ABOUT THIS TASK: Looking at the entries, say how many lines contain the string "nearest". Offer nothing besides the number.

Dataset entries
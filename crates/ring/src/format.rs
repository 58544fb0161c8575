//! Text of polynomials.

use crate::{Monomial, Polynomial, Symbols};
use linform_scalar::{Integer, Rational};
use std::fmt::Write;

impl Symbols {
    /// The canonical text, such as `3/10*t^2 - 1/5` or `q'^2 - q^2*t - q^4`.
    ///
    /// Terms stand in the lexicographic order, highest first; coefficients are in lowest terms; a coefficient 1
    /// and an exponent 1 are left out. [`Symbols::parse`] reads it back.
    ///
    /// # Panics
    ///
    /// If a symbol occurs that has no name here.
    pub fn format(&self, p: &Polynomial) -> String {
        if p.is_zero() {
            return "0".to_string();
        }
        let mut text = String::new();
        for (index, (monomial, coefficient)) in p.iter().enumerate() {
            text.push_str(match (index, coefficient.is_negative()) {
                (0, false) => "",
                (0, true) => "-",
                (_, false) => " + ",
                (_, true) => " - ",
            });
            self.push_term(&mut text, monomial, &coefficient.abs(), p.denominator());
        }
        text
    }

    fn push_term(
        &self,
        text: &mut String,
        monomial: &Monomial,
        magnitude: &Integer,
        denominator: &Integer,
    ) {
        let value = if denominator.is_one() {
            Rational::from(magnitude.clone())
        } else {
            Rational::new(magnitude.clone(), denominator.clone()).unwrap_or_default()
        };
        let mut separator = "";
        // Writing to a string cannot fail.
        if monomial.is_one() || !value.is_one() {
            let _ = write!(text, "{value}");
            separator = "*";
        }
        for index in 0..monomial.width() {
            let exponent = monomial.exponent(index);
            if exponent > 0 {
                let _ = write!(text, "{separator}{}", self.name(index));
                separator = "*";
            }
            if exponent > 1 {
                let _ = write!(text, "^{exponent}");
            }
        }
    }
}
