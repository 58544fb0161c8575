//! Products and powers.

use crate::Polynomial;
use crate::polynomial::{Term, collect_terms};
use linform_scalar::{Control, Integer, Stop};

impl Polynomial {
    /// The product.
    ///
    /// # Errors
    ///
    /// [`Stop::SizeLimit`] if an exponent or the number of terms would exceed its bound; what `control` says.
    pub fn mul(&self, other: &Polynomial, control: &dyn Control) -> Result<Polynomial, Stop> {
        let mut terms: Vec<Term> = Vec::new();
        for (m, c) in self.terms() {
            control.proceed()?;
            for (n, d) in other.terms() {
                terms.push((m.checked_mul(n).ok_or(Stop::SizeLimit)?, c * d));
            }
            if terms.len() > control.term_limit() {
                terms = collect_terms(terms);
                if terms.len() > control.term_limit() {
                    return Err(Stop::SizeLimit);
                }
            }
        }
        let denominator: Integer = self.denominator() * other.denominator();
        Ok(Polynomial::normalised(collect_terms(terms), denominator))
    }

    /// The power.
    ///
    /// # Errors
    ///
    /// As for [`Polynomial::mul`].
    pub fn pow(&self, exponent: u32, control: &dyn Control) -> Result<Polynomial, Stop> {
        let mut result = Polynomial::one();
        for bit in (0..32 - exponent.leading_zeros()).rev() {
            result = result.mul(&result, control)?;
            if exponent >> bit & 1 == 1 {
                result = result.mul(self, control)?;
            }
        }
        Ok(result)
    }
}
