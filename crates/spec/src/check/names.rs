//! The declared names, for look-up.

use crate::collect::Collector;
use crate::model::split_primes;
use crate::read::{Declared, Draft, Lost, count_indices, shorten};
use crate::source::{Diagnostic, Span};
use crate::suggest::did_you_mean;
use indexmap::IndexMap;
use std::collections::HashMap;

/// Every declared name.
#[derive(Debug, Default)]
pub(crate) struct Names {
    /// For each base, the number of primes of the symbols with it, and the place of the first.
    symbols: HashMap<String, (Vec<u32>, Span)>,
    /// The symbols as they are declared, for suggestions.
    symbol_list: Vec<String>,
    laws: IndexMap<String, Span>,
    /// With the number of indices, where it is known.
    families: IndexMap<String, (Option<usize>, Span)>,
    models: IndexMap<String, Span>,
    variable: Option<String>,
    constants: Vec<String>,
    /// Whether an unknown name may be known after all, its declaration being lost.
    pub(crate) lost: Lost,
}

impl Names {
    /// Collects the names, noting those that clash.
    pub(crate) fn new(draft: &Draft, errors: &mut Collector) -> Names {
        let mut names = Names {
            lost: draft.lost.clone(),
            variable: draft.variable.as_ref().map(|v| v.name.clone()),
            constants: draft.constants.iter().map(|c| c.name.clone()).collect(),
            ..Names::default()
        };
        for generator in &draft.generators {
            names.add_symbol(generator, true, errors);
        }
        for other in draft.variable.iter().chain(&draft.constants) {
            names.add_symbol(other, false, errors);
        }
        for (name, law) in &draft.laws {
            if let Some((_, symbol)) = names.symbols.get(name) {
                errors.push(
                    Diagnostic::new(format!("`{name}` is both a symbol and a law"), law.span)
                        .also(*symbol, "the symbol")
                        .help("rename one of them"),
                );
            }
            names.laws.insert(name.clone(), law.span);
        }
        for (name, family) in &draft.families {
            names.add_family(name, family.arity, family.family.span, errors);
        }
        for claim in &draft.claims {
            for yielded in &claim.yields {
                let arity = Some(yielded.pattern.len());
                names.add_family(&yielded.family, arity, yielded.span, errors);
            }
        }
        for (name, model) in &draft.models {
            names.models.insert(name.clone(), model.model.span);
        }
        names
    }

    fn add_symbol(&mut self, symbol: &Declared, generator: bool, errors: &mut Collector) {
        let (base, primes) = split_primes(&symbol.name);
        match self.symbols.get_mut(base) {
            None => {
                self.symbols
                    .insert(base.to_owned(), (vec![primes], symbol.span));
            }
            // `q` and `q'` are two generators, but a variable or constant has its name to itself.
            Some((known, _)) if generator && !known.contains(&primes) => known.push(primes),
            Some((_, first)) => {
                errors.push(
                    Diagnostic::new(format!("`{}` is declared twice", symbol.name), symbol.span)
                        .also(*first, "first here")
                        .help("generators, the variable and the constants have different names"),
                );
                return;
            }
        }
        self.symbol_list.push(symbol.name.clone());
    }

    fn add_family(&mut self, name: &str, arity: Option<usize>, span: Span, errors: &mut Collector) {
        if let Some((_, symbol)) = self.symbols.get(name) {
            errors.push(
                Diagnostic::new(format!("`{name}` is both a symbol and a family"), span)
                    .also(*symbol, "the symbol")
                    .help("rename one of them"),
            );
        }
        match self.families.get(name) {
            None => {
                self.families.insert(name.to_owned(), (arity, span));
            }
            Some((Some(known), first)) if arity.is_some_and(|arity| arity != *known) => {
                errors.push(
                    Diagnostic::new(
                        format!("`{name}` has {} here", count_indices(arity.unwrap_or(0))),
                        span,
                    )
                    .also(*first, format!("and {known} here"))
                    .help("a family has the same number of indices everywhere"),
                );
            }
            Some(_) => {}
        }
    }

    /// Is this a symbol, or a derivative of one?
    pub(crate) fn is_element(&self, base: &str, primes: u32) -> bool {
        self.symbols
            .get(base)
            .is_some_and(|(known, _)| known.iter().any(|k| *k <= primes))
    }

    /// Is this a declared symbol itself?
    pub(crate) fn is_symbol(&self, base: &str, primes: u32) -> bool {
        self.symbols
            .get(base)
            .is_some_and(|(known, _)| known.contains(&primes))
    }

    /// Is this the variable or a constant?
    pub(crate) fn is_base(&self, base: &str, primes: u32) -> bool {
        primes == 0
            && (self.variable.as_deref() == Some(base) || self.constants.iter().any(|c| c == base))
    }

    pub(crate) fn symbol_span(&self, base: &str) -> Option<Span> {
        self.symbols.get(base).map(|(_, span)| *span)
    }

    pub(crate) fn constants(&self) -> &[String] {
        &self.constants
    }

    pub(crate) fn symbols(&self) -> impl Iterator<Item = &str> {
        self.symbol_list.iter().map(String::as_str)
    }

    pub(crate) fn is_law(&self, name: &str) -> bool {
        self.laws.contains_key(name)
    }

    pub(crate) fn is_model(&self, name: &str) -> bool {
        self.models.contains_key(name)
    }

    /// The number of indices of a family; the inner option is empty where it is not known.
    pub(crate) fn family(&self, name: &str) -> Option<Option<usize>> {
        self.families.get(name).map(|(arity, _)| *arity)
    }

    /// Notes that a law, family or model is not known.
    pub(crate) fn unknown(&self, kind: Kind, name: &str, span: Span, errors: &mut Collector) {
        if self.lost.hides(name) || errors.is_full() {
            errors.withhold();
            return;
        }
        let known: Vec<&str> = match kind {
            Kind::Law => self.laws.keys().map(String::as_str).collect(),
            Kind::Family => self.families.keys().map(String::as_str).collect(),
            Kind::Model => self.models.keys().map(String::as_str).collect(),
        };
        self.note_unknown(
            kind.word(),
            name,
            span,
            known,
            &kind.declaration(name),
            errors,
        );
    }

    /// Notes that a name is not known, with the nearest of the candidates or else the given help.
    pub(crate) fn note_unknown(
        &self,
        word: &str,
        name: &str,
        span: Span,
        candidates: Vec<&str>,
        help: &str,
        errors: &mut Collector,
    ) {
        if self.lost.hides(name) || errors.is_full() {
            errors.withhold();
            return;
        }
        let help = match did_you_mean(name, candidates) {
            Some(near) => format!("did you mean `{near}`?"),
            None => help.to_owned(),
        };
        errors.push_absence(
            Diagnostic::new(format!("unknown {word} `{}`", shorten(name)), span).help(help),
        );
    }
}

/// What a name in a call or before a bracket stands for.
#[derive(Clone, Copy, Debug)]
pub(crate) enum Kind {
    Law,
    Family,
    Model,
}

impl Kind {
    fn word(self) -> &'static str {
        match self {
            Kind::Law => "law",
            Kind::Family => "family",
            Kind::Model => "model",
        }
    }

    fn declaration(self, name: &str) -> String {
        format!("declare it: `[{}.{}]`", self.word(), shorten(name))
    }
}
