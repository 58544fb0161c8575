//! Polynomials over ℚ and their normal form.

use crate::{Monomial, Symbols};
use linform_scalar::{Integer, Rational};
use std::cmp::Ordering;

/// One term of the numerator.
pub(crate) type Term = (Monomial, Integer);

/// A polynomial over ℚ in any number of symbols.
///
/// *Invariant*: the monomials fall strictly; no coefficient is 0; the denominator is positive and coprime to
/// the gcd of the coefficients (1 for the polynomial 0). So the value has one representation, and equality
/// is structural.
#[derive(Clone, PartialEq, Eq, Hash)]
pub struct Polynomial {
    terms: Vec<Term>,
    denominator: Integer,
}

impl Default for Polynomial {
    fn default() -> Self {
        Polynomial::zero()
    }
}

impl Polynomial {
    /// The polynomial 0.
    pub fn zero() -> Polynomial {
        Polynomial::integral(Vec::new())
    }

    /// The polynomial 1.
    pub fn one() -> Polynomial {
        Polynomial::integral(vec![(Monomial::one(), Integer::ONE)])
    }

    /// A number as a polynomial.
    pub fn constant(value: Rational) -> Polynomial {
        Polynomial::monomial(Monomial::one(), value)
    }

    /// One symbol.
    ///
    /// # Panics
    ///
    /// If there is no symbol with this index.
    pub fn symbol(symbols: &Symbols, index: usize) -> Polynomial {
        assert!(index < symbols.len(), "symbol {index} of {}", symbols.len());
        let monomial = Monomial::power(index, 1).expect("1 is a small exponent");
        Polynomial::integral(vec![(monomial, Integer::ONE)])
    }

    /// One term.
    pub fn monomial(monomial: Monomial, coefficient: Rational) -> Polynomial {
        if coefficient.is_zero() {
            return Polynomial::zero();
        }
        let (numerator, denominator) = coefficient.into_parts();
        Polynomial {
            terms: vec![(monomial, numerator)],
            denominator,
        }
    }

    /// The sum of terms in any order, with repetitions.
    ///
    /// # Complexity
    ///
    /// One sort, and one multiplication of every coefficient by its cofactor in the common denominator.
    pub fn from_terms(terms: impl IntoIterator<Item = (Monomial, Rational)>) -> Polynomial {
        let terms: Vec<_> = terms.into_iter().collect();
        let denominator = terms.iter().fold(Integer::ONE, |common, (_, value)| {
            common.lcm(value.denominator())
        });
        let terms = terms
            .into_iter()
            .map(|(monomial, value)| {
                let (numerator, own) = value.into_parts();
                if own == denominator {
                    (monomial, numerator)
                } else {
                    (monomial, numerator * denominator.div_exact(&own))
                }
            })
            .collect();
        Polynomial::normalised(collect_terms(terms), denominator)
    }

    /// The polynomial with these terms, which obey the invariant, over 1.
    pub(crate) fn integral(terms: Vec<Term>) -> Polynomial {
        Polynomial {
            terms,
            denominator: Integer::ONE,
        }
    }

    /// The polynomial with these terms, which obey the invariant, over a positive denominator that may share
    /// factors with them.
    pub(crate) fn normalised(mut terms: Vec<Term>, denominator: Integer) -> Polynomial {
        if denominator.is_one() || terms.is_empty() {
            return Polynomial::integral(terms);
        }
        let common = gcd_of(denominator.clone(), &terms);
        if common.is_one() {
            return Polynomial { terms, denominator };
        }
        for (_, coefficient) in &mut terms {
            *coefficient = coefficient.div_exact(&common);
        }
        Polynomial {
            terms,
            denominator: denominator.div_exact(&common),
        }
    }

    /// The polynomial with these terms over this denominator, which obey the invariant together.
    pub(crate) fn normalised_parts(terms: Vec<Term>, denominator: Integer) -> Polynomial {
        Polynomial { terms, denominator }
    }

    /// Does the value obey the type's invariant? For assertions in tests.
    pub fn is_canonical(&self) -> bool {
        self.terms.windows(2).all(|pair| pair[0].0 > pair[1].0)
            && self.terms.iter().all(|(_, c)| !c.is_zero())
            && self.denominator.sign() == Ordering::Greater
            && gcd_of(self.denominator.clone(), &self.terms).is_one()
    }

    /// The terms of the numerator.
    pub(crate) fn terms(&self) -> &[Term] {
        &self.terms
    }

    /// The terms of the numerator and the denominator.
    pub(crate) fn into_parts(self) -> (Vec<Term>, Integer) {
        (self.terms, self.denominator)
    }

    /// Is this 0?
    pub fn is_zero(&self) -> bool {
        self.terms.is_empty()
    }

    /// Is this 1?
    pub fn is_one(&self) -> bool {
        self.denominator.is_one() && matches!(&self.terms[..], [(m, c)] if m.is_one() && c.is_one())
    }

    /// The value, if no symbol occurs.
    pub fn as_constant(&self) -> Option<Rational> {
        match &self.terms[..] {
            [] => Some(Rational::ZERO),
            [(monomial, coefficient)] if monomial.is_one() => {
                Rational::new(coefficient.clone(), self.denominator.clone())
            }
            _ => None,
        }
    }

    /// The number of terms.
    pub fn len(&self) -> usize {
        self.terms.len()
    }

    /// Are there no terms? The same as [`Polynomial::is_zero`].
    pub fn is_empty(&self) -> bool {
        self.is_zero()
    }

    /// The terms of the numerator, highest monomial first; [`Polynomial::denominator`] is common to all.
    pub fn iter(
        &self,
    ) -> impl DoubleEndedIterator<Item = (&Monomial, &Integer)> + ExactSizeIterator {
        self.terms
            .iter()
            .map(|(monomial, coefficient)| (monomial, coefficient))
    }

    /// The common denominator of all coefficients, positive and as small as possible.
    pub fn denominator(&self) -> &Integer {
        &self.denominator
    }

    /// The coefficient of a monomial.
    pub fn coefficient(&self, monomial: &Monomial) -> Rational {
        let place = self
            .terms
            .binary_search_by(|(candidate, _)| monomial.cmp(candidate));
        match place {
            Ok(index) => Rational::new(self.terms[index].1.clone(), self.denominator.clone())
                .unwrap_or_default(),
            Err(_) => Rational::ZERO,
        }
    }

    /// The highest monomial and its coefficient in the numerator; nothing for 0.
    pub fn leading(&self) -> Option<(&Monomial, &Integer)> {
        self.terms.first().map(|(m, c)| (m, c))
    }

    /// The polynomial times its denominator.
    pub fn numerator(&self) -> Polynomial {
        Polynomial::integral(self.terms.clone())
    }

    /// The gcd of the coefficients of the numerator, never negative; 0 for 0.
    pub fn content(&self) -> Integer {
        gcd_of(Integer::ZERO, &self.terms)
    }

    /// The gcd of a number and the coefficients of the numerator.
    pub(crate) fn content_with(&self, number: &Integer) -> Integer {
        gcd_of(number.clone(), &self.terms)
    }

    /// The integral multiple with content 1 and positive leading coefficient; 0 for 0.
    pub fn primitive_part(&self) -> Polynomial {
        let mut common = self.content();
        if self.terms.first().is_some_and(|(_, c)| c.is_negative()) {
            common = -common;
        }
        if common.is_one() {
            return self.numerator();
        }
        Polynomial::integral(
            self.terms
                .iter()
                .map(|(m, c)| (m.clone(), c.div_exact(&common)))
                .collect(),
        )
    }

    /// The least common multiple of all monomials, which holds the degree in every symbol; 1 for 0.
    pub fn degrees(&self) -> Monomial {
        self.terms
            .iter()
            .fold(Monomial::one(), |all, (monomial, _)| all.lcm(monomial))
    }

    /// The degree in one symbol; nothing for 0.
    pub fn degree_in(&self, index: usize) -> Option<u16> {
        self.terms.iter().map(|(m, _)| m.exponent(index)).max()
    }

    /// Does the symbol occur?
    pub fn involves(&self, index: usize) -> bool {
        self.terms.iter().any(|(m, _)| m.exponent(index) > 0)
    }

    /// The number of binary digits of the largest coefficient of the numerator; 0 for 0.
    pub fn bits(&self) -> u64 {
        self.terms.iter().map(|(_, c)| c.bits()).max().unwrap_or(0)
    }
}

impl std::fmt::Debug for Polynomial {
    /// Writes the terms with lists of exponents, for messages of tests; see `Symbols::format` for text.
    fn fmt(&self, f: &mut std::fmt::Formatter<'_>) -> std::fmt::Result {
        if self.terms.is_empty() {
            return f.write_str("0");
        }
        for (index, (monomial, coefficient)) in self.terms.iter().enumerate() {
            let separator = if index == 0 { "" } else { " + " };
            write!(f, "{separator}{coefficient}·x^{monomial:?}")?;
        }
        if !self.denominator.is_one() {
            write!(f, " over {}", self.denominator)?;
        }
        Ok(())
    }
}

/// The gcd of `start` and all coefficients.
fn gcd_of(start: Integer, terms: &[Term]) -> Integer {
    let mut common = start;
    for (_, coefficient) in terms {
        if common.is_one() {
            break;
        }
        common = common.gcd(coefficient);
    }
    common
}

/// The largest monomial that divides every term.
pub(crate) fn common_monomial(terms: &[Term]) -> Monomial {
    // The last monomial is the lowest; often it is 1.
    let mut common = terms.last().map(|(m, _)| m.clone()).unwrap_or_default();
    for (monomial, _) in terms {
        if common.is_one() {
            break;
        }
        common = common.gcd(monomial);
    }
    common
}

/// Sorts terms, adds those with equal monomials and leaves out zeros.
pub(crate) fn collect_terms(mut terms: Vec<Term>) -> Vec<Term> {
    terms.sort_by(|(a, _), (b, _)| b.cmp(a));
    let mut result: Vec<Term> = Vec::with_capacity(terms.len());
    for (monomial, coefficient) in terms {
        match result.last_mut() {
            Some((last, sum)) if *last == monomial => *sum += coefficient,
            _ => {
                if result.last().is_some_and(|(_, sum)| sum.is_zero()) {
                    result.pop();
                }
                result.push((monomial, coefficient));
            }
        }
    }
    if result.last().is_some_and(|(_, sum)| sum.is_zero()) {
        result.pop();
    }
    result
}
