//! ring
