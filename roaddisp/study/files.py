"""The files of a study folder: found, kept inside it, fingerprinted, decoded."""

from __future__ import annotations

import hashlib
from dataclasses import dataclass, field
from pathlib import Path, PurePosixPath, PureWindowsPath
from typing import Final

from roaddisp.model import InputFile
from roaddisp.study.problems import Problems, nearest

LARGEST_TABLE: Final = 1 << 30
"""bytes; a text table beyond it is refused."""

LARGEST_LAYER: Final = 4 << 30
"""bytes; a vector layer beyond it is refused."""

LARGEST_SETTINGS: Final = 1 << 20
"""bytes; a study.toml beyond it is refused."""


@dataclass
class Folder:
    """A study folder, and what has been read of it."""

    path: Path
    problems: Problems
    _known: dict[tuple[str, str], Path | None] = field(default_factory=dict)
    _prints: dict[str, tuple[str, int]] = field(default_factory=dict)

    def find(self, name: str, *, asked_at: str, largest: int, asked_in: str) -> Path | None:
        """Find a file the study names; note what is wrong and return None where it cannot be.

        Parameters
        ----------
        name : str
            As the study names it, relative to the folder.
        asked_at, asked_in : str
            Place and file where the study names it, for the message.
        largest : int [bytes]
        """
        key = (name, asked_at)
        if key not in self._known:
            self._known[key] = self._find(name, asked_at, largest, asked_in)
        return self._known[key]

    def _find(self, name: str, asked_at: str, largest: int, asked_in: str) -> Path | None:
        def refuse(message: str, allowed: str, mend: str) -> None:
            self.problems.error(
                message, file=asked_in, place=asked_at, value=name, allowed=allowed, mend=mend
            )

        outside = "a path inside the study folder, relative to it"
        if _leaves(name):
            refuse("the path leaves the study folder", outside, "copy the file into the folder")
            return None
        try:
            path = (self.path / name).resolve()
            inside = path.is_relative_to(self.path.resolve())
            there, is_file = path.exists(), path.is_file()
            size = path.stat().st_size if is_file else 0
        except (OSError, ValueError, RuntimeError) as error:
            refuse(f"the file cannot be reached ({error})", outside, "look at the name")
            return None
        if not inside:
            refuse(
                "the path leads out of the study folder (by a link)",
                outside,
                "copy the file into the folder",
            )
        elif not there:
            near = nearest(path.name, self._siblings(path))
            refuse(
                "the file is not there",
                "a file of the study folder",
                f"did you mean {near!r}?" if near else "put the file there, or correct its name",
            )
        elif not is_file:
            refuse("not a file", "a file of the study folder", "name the file itself")
        elif size > largest:
            refuse(
                f"the file is too large ({size} bytes)",
                f"at most {largest} bytes",
                "cut it to what the study needs",
            )
        elif size == 0:
            refuse("the file is empty", "a file with content", "look whether it was copied whole")
        else:
            return path
        return None

    def _siblings(self, path: Path) -> list[str]:
        if not path.parent.is_dir():
            return []
        return sorted(entry.name for entry in path.parent.iterdir())[:2000]

    def fingerprint(self, role: str, path: Path) -> InputFile:
        """Take the SHA-256 of a file, once."""
        name = path.relative_to(self.path.resolve()).as_posix()
        if name not in self._prints:
            digest = hashlib.sha256()
            with path.open("rb") as stream:
                while block := stream.read(1 << 20):
                    digest.update(block)
            self._prints[name] = (digest.hexdigest(), path.stat().st_size)
        sha256, size = self._prints[name]
        return InputFile(role, name, sha256, size)


def _leaves(name: str) -> bool:
    """Whether a path is absolute, of another machine, or climbs out of its folder."""
    if "\x00" in name or "://" in name or name.startswith(("/vsi", "\\\\", "~")):
        return True
    depth = 0
    for part in PurePosixPath(name.replace("\\", "/")).parts:
        depth += -1 if part == ".." else 1
        if depth < 0:
            return True
    windows = PureWindowsPath(name)
    return PurePosixPath(name).is_absolute() or bool(windows.drive) or windows.is_absolute()


def decode(content: bytes, problems: Problems, file: str) -> str | None:
    """Decode UTF-8 text (with or without a byte order mark); note what is wrong.

    Returns
    -------
    str or None
        None where the text is in another encoding or holds a NUL byte.
    """
    if content[:2] in (b"\xff\xfe", b"\xfe\xff") or content[:4] == b"\x00\x00\xfe\xff":
        problems.error(
            "the text is in UTF-16 or UTF-32",
            file=file,
            place="line 1",
            allowed="UTF-8",
            mend="save it as UTF-8 (a spreadsheet calls it 'CSV UTF-8')",
        )
        return None
    nul = content.find(b"\x00")
    if nul >= 0:
        problems.error(
            "a NUL byte in a text file",
            file=file,
            place=_byte_place(content, nul),
            value="0x00",
            allowed="UTF-8 text",
            mend="look whether the file is damaged, or is no text file at all",
        )
        return None
    try:
        return content.decode("utf-8-sig")
    except UnicodeDecodeError as error:
        at = error.start + (3 if content.startswith(b"\xef\xbb\xbf") else 0)
        problems.error(
            "the text is not UTF-8",
            file=file,
            place=_byte_place(content, at),
            value=f"0x{content[at]:02x}",
            allowed="UTF-8",
            mend="save it as UTF-8 (a spreadsheet calls it 'CSV UTF-8')",
        )
        return None


def _byte_place(content: bytes, at: int) -> str:
    line = content.count(b"\n", 0, at) + 1
    row = f"row {line - 1}, " if line > 1 else ""
    byte = at - (content.rfind(b"\n", 0, at) + 1) + 1
    return f"{row}line {line}, byte {byte}"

SOLUTION FOR THIS PROBLEM: 3